>>>>

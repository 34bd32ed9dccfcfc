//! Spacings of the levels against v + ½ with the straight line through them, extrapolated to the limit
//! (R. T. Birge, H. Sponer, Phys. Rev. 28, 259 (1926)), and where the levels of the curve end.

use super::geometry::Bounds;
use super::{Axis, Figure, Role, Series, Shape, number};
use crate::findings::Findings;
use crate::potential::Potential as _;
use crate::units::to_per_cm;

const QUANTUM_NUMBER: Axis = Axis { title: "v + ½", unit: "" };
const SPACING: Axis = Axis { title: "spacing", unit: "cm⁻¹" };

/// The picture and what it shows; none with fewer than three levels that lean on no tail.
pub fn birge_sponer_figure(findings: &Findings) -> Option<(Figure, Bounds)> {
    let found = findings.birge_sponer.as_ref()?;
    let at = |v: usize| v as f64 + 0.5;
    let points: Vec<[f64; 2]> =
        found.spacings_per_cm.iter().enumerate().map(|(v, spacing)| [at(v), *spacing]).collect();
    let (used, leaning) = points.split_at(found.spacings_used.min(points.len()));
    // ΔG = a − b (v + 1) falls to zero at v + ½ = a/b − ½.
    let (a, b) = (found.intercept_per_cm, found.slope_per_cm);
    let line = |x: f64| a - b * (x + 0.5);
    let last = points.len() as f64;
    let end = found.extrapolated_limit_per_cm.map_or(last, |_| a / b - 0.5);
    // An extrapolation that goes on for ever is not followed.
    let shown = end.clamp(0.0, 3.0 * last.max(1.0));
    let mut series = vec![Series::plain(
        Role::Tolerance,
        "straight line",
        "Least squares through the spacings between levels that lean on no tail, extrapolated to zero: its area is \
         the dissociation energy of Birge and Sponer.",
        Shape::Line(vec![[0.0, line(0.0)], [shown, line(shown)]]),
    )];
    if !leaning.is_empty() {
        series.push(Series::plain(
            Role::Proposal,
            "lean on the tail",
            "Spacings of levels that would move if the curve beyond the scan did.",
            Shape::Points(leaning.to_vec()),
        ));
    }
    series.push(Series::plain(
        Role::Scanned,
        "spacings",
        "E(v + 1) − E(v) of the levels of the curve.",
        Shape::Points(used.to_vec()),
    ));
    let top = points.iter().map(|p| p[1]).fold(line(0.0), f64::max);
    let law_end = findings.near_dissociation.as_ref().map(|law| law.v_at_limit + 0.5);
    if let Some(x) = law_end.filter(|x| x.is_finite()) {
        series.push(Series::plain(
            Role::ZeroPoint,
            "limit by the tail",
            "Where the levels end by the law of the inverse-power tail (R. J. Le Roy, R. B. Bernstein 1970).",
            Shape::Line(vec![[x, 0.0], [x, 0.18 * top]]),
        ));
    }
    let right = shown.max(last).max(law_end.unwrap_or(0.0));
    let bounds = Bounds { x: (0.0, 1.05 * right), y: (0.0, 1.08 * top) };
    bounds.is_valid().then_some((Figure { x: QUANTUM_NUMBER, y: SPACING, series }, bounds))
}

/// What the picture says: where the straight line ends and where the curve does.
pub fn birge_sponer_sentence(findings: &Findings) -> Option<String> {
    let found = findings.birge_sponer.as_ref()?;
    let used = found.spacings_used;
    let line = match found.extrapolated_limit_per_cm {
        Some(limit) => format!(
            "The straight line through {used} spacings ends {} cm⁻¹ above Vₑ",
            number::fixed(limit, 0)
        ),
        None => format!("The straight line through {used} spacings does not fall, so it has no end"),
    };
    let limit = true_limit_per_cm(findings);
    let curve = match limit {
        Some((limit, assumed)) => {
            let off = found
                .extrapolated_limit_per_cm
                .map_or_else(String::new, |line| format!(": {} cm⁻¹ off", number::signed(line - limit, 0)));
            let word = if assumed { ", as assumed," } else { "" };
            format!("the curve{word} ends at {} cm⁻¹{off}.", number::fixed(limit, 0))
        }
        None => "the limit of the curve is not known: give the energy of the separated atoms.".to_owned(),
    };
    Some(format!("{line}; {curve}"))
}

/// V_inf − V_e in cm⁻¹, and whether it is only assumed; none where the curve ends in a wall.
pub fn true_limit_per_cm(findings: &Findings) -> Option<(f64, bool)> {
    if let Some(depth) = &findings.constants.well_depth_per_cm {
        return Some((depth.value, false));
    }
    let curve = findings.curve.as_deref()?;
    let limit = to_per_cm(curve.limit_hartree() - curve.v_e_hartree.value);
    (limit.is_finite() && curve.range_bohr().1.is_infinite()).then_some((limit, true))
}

<<<<

About this task - Within the data above, filter for lines containing the word "ends" and copy each one.

Expected answer -
/// What the picture says: where the straight line ends and where the curve does.
            "The straight line through {used} spacings ends {} cm⁻¹ above Vₑ",
            format!("the curve{word} ends at {} cm⁻¹{off}.", number::fixed(limit, 0))
/// V_inf − V_e in cm⁻¹, and whether it is only assumed; none where the curve ends in a wall.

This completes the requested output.